Il faut penser aussi aux étapes de plaine. Le Tour est pour le coureur le plus complet mais le sprint est aussi une discipline du cyclisme. Il doit donc y avoir des étapes de plaine à priori réservées aux rapides routiers-sprinters. Pas seulement pour la lutte du classement annexe que constitue le maillot vert mais parce qu’un sprint massif est la résultante d’un travail d’équipe terminé par la victoire du plus rapide. Les « trains » mis en place par les équipes de sprinters sont un véritable régal pour l’amateur de cyclisme.

Enfin, il y a la montagne. En France, il y a deux grands massifs les Alpes et les Pyrénées. Les Alpes se distinguent par la longueur des vallées, les Pyrénées par la succession de cols avec peu de vallées entre les ascensions. En règle générale, une année on met l’accent sur un massif (cette année ce sont les Pyrénées pour le Centenaire du passage du Tour dans ce massif) et l’année suivante l’autre massif aura la prépondérance.
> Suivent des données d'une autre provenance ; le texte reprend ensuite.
function EditForm({
  vehicle: v,
  errors,
  busy,
  saved,
}: {
  vehicle: Route.ComponentProps["loaderData"]["vehicle"];
  errors?: FieldErrors;
  busy: boolean;
  saved: boolean;
}) {
  const { errors: shown, onSubmit } = useFormCheck(vehicleSchema, errors);
  const open = Object.keys(shown).length > 0;
  return (
    <details className="mt-4 border-t border-ink-200 pt-4" open={open}>
      <summary className="cursor-pointer text-sm font-semibold">Edit details</summary>
      {saved ? <p className="mt-2 text-sm text-moss-700">Details saved.</p> : null}
      <Form method="post" className="mt-3 space-y-4" onSubmit={onSubmit} noValidate>
        <input type="hidden" name="intent" value="edit" />
        <TextField label="Name" name="name" required defaultValue={v.name} error={shown.name} />
        <div className="grid gap-4 sm:grid-cols-2">
          <TextField label="Serial or VIN" name="serial" defaultValue={v.serial} error={shown.serial} />
          <TextField label="Model" name="model" defaultValue={v.model} error={shown.model} />
        </div>
        <TextArea
          label="Motor controller (free text)"
          name="controllerDescription"
          rows={2}
          defaultValue={v.controllerDescription}
          error={shown.controllerDescription}
        />
        <TextArea label="Notes" name="notes" rows={3} defaultValue={v.notes} error={shown.notes} />
        <Button type="submit" disabled={busy}>
          Save details
        </Button>
      </Form>
    </details>
  );
}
Avec la montagne, plusieurs solutions sont offertes avec les arrivées en altitude ou des étapes comportant plusieurs cols mais cette solution est de moins en moins pratiquée car lorsqu’il y a quatre ou cinq cols au cours de la même journée, les premiers sont bien souvent franchis en groupe pour ne pas dire escamotés.

Il y a bien sûr les massifs intermédiaires : Jura, Vosges, Massif Central et Cévennes. S’ils sont utilisés c’est pour une approche progressive de la montagne pour les coureurs et non pas pour provoquer une grande sélection.
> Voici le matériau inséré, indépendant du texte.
// The design editor (client only; design-editor.tsx loads it after mount so SSR never runs xyflow).
import "@xyflow/react/dist/style.css";
import "./canvas.css";
import { useCallback, useContext, useEffect, useMemo, useRef, useState, type DragEvent, type KeyboardEvent } from "react";
import {
  Background,
  ConnectionMode,
  ControlButton,
  Controls,
  MiniMap,
  ReactFlow,
  ReactFlowProvider,
  useReactFlow,
  type Connection,
  type Edge,
} from "@xyflow/react";
import { UNSAFE_DataRouterContext, useBlocker } from "react-router";
import { INPUT_FUNCTIONS, validateDesign, type InputFunction, type Problem } from "../engine";
import type { DesignEditorProps } from "./contract";
import { contentKey } from "./convert";
import { checkConnection } from "./graph-ops";
import { useAutosave, useLayoutRequests, useLiveProof, useSimulationDriver, type DraftState } from "./hooks";
import { autoLayout } from "./layout";
import { NODE_KINDS, nodeTypes } from "./nodes/registry";
import { FUNCTION_LABEL } from "./nodes/input";
import { ConditionsPanel } from "./panels/conditions-panel";
import { ControllerPanel } from "./panels/controller-panel";
import { ProblemList, ProblemsPanel } from "./panels/problems-panel";
import { PropertiesPanel } from "./panels/properties-panel";
import { RulesPanel } from "./panels/rules-panel";
import { SimulatePanel } from "./panels/simulate-panel";
import { useDocument } from "./panels/common";
import { createEditorStore, EditorContext, useEditor, useEditorStore, type Panel } from "./store";
import type { CanvasEdge, CanvasNode, ComponentKind } from "./types";
import { edgeTypes as edgeTypesMap } from "./wire-edge";

const DRAG_TYPE = "application/x-chainproof-component";

export default function Editor(props: DesignEditorProps) {
  const [store] = useState(() =>
    createEditorStore({ initial: props.initial, readOnly: props.readOnly, designName: props.designName, baseRevision: props.baseRevision, row: props.row, initialIsRevision: props.initialIsRevision }),
  );
  return (
    <EditorContext.Provider value={store}>
      <ReactFlowProvider>
        <EditorShell {...props} />
      </ReactFlowProvider>
    </EditorContext.Provider>
  );
}

type Banner = { tone: "error" | "success" | "warning"; text: string; actions?: Array<{ label: string; run: () => void }> } | null;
Le Tour de France est riche d’une fabuleuse histoire. Il se doit chaque année de célébrer l’un de ses officiants ou un événement marquant de son histoire. Cette année, c’est le 100° anniversaire du Tour dans les Pyrénées.

Enfin, le Tour bien que dirigé par une société privée appartient au patrimoine national. Il se doit en conséquence de visiter au moins une année sur deux ou trois toutes les provinces françaises. Actuellement, tous les départements français ont reçu la visite du Tour sauf la Corse ( je ne compte pas les départements des DOM TOM qui représentent un cas à part ). Mais il y actuellement des études de faisabilité pour un Grand Départ en Corse vraisemblablement en 2013 pour la centième édition du Tour.

Et surtout, il ne faut pas oublier la télévision. Le Tour est vu par 190 pays au monde. C’est la vitrine de la France. D’où le choix de parcours très pittoresques. Le Tour est une non seulement une épreuve sportive mais encore une leçon de géographie.

Voila donc en gros les impératifs qui sont ceux de l’organisateur. Le Tour 2011 est déjà dans les cartons. Le parcours ne sera dévoilé que fin octobre mais rien ne vous empêche de vous livrer à un petit jeu très amusant et compliqué compte tenu des impératifs de la course. Faîtes vous-même votre propre parcours en sachant que l’an prochain le Tour partira de Vendée.

1° jour : prologue

2° jour course en ligne du Gois au sommet du Mont des Alouettes à côté des Herbiers

3° jour : contre la montre par équipes aux Essarts sur une distance de 23 km

4° jour : direction la Normandie et ensuite la Bretagne ou l’inverse.

Bon amusement. Rien ne vaut de se mettre dans la peau d’un organisateur pour mieux apprécier les difficultés à construire un Tour de France.